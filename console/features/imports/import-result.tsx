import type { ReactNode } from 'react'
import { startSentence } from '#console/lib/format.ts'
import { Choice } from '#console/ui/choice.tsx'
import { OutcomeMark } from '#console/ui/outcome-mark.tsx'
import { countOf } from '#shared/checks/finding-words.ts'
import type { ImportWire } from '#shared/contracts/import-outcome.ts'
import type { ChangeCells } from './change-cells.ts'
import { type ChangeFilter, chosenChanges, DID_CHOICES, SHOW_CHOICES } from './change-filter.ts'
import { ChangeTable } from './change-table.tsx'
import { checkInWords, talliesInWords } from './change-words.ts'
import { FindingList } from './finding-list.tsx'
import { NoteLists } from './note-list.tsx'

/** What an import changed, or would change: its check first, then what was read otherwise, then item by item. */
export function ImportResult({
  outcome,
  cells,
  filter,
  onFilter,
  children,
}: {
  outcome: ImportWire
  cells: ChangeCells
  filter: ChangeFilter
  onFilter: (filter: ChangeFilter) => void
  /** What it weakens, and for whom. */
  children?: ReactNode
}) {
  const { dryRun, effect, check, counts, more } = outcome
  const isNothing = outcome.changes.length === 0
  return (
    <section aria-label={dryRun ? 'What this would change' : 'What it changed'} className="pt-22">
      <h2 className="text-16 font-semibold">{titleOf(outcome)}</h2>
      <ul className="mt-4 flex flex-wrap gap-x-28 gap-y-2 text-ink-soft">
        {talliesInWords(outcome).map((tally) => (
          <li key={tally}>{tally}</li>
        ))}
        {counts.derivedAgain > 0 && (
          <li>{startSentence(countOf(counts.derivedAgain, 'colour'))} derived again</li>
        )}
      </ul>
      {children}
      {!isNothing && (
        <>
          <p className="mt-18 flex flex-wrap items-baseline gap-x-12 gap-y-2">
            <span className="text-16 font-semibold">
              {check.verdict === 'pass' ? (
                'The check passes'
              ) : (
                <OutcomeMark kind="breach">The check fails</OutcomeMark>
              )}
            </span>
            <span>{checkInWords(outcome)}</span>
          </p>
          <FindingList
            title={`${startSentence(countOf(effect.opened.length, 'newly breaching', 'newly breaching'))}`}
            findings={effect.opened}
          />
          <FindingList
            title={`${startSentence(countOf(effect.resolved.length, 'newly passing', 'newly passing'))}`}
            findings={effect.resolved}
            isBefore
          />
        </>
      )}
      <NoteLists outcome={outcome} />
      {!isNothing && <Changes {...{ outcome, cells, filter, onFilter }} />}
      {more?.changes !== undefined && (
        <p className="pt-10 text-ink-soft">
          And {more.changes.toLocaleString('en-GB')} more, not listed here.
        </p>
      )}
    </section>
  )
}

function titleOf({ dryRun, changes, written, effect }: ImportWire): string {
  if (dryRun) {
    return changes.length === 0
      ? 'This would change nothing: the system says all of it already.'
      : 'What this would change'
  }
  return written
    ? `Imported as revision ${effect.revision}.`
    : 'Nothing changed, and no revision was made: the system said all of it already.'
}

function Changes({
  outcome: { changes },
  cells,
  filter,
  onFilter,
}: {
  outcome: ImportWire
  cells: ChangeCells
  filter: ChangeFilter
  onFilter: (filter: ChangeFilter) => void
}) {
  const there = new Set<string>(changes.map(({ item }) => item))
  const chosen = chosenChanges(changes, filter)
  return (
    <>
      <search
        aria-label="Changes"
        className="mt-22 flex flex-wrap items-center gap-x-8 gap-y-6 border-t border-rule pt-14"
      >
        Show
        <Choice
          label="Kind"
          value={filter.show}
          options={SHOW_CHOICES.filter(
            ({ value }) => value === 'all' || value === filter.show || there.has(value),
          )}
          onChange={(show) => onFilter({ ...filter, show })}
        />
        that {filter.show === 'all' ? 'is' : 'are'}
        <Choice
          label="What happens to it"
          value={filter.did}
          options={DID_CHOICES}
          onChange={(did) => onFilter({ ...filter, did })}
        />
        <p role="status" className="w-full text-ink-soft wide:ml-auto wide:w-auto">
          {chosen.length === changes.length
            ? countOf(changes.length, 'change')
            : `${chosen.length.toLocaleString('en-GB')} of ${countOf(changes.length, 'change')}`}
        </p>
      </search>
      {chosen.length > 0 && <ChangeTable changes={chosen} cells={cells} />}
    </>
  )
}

§

Work to be completed —
Copy out the entries exactly. Begin at the first line and end with the line that has "chosenChanges, DID_CHOICES, SHOW_CHOICES".

Problem solution —
filename console/features/imports/import-result.tsx
import type { ReactNode } from 'react'
import { startSentence } from '#console/lib/format.ts'
import { Choice } from '#console/ui/choice.tsx'
import { OutcomeMark } from '#console/ui/outcome-mark.tsx'
import { countOf } from '#shared/checks/finding-words.ts'
import type { ImportWire } from '#shared/contracts/import-outcome.ts'
import type { ChangeCells } from './change-cells.ts'
import { type ChangeFilter, chosenChanges, DID_CHOICES, SHOW_CHOICES } from './change-filter.ts'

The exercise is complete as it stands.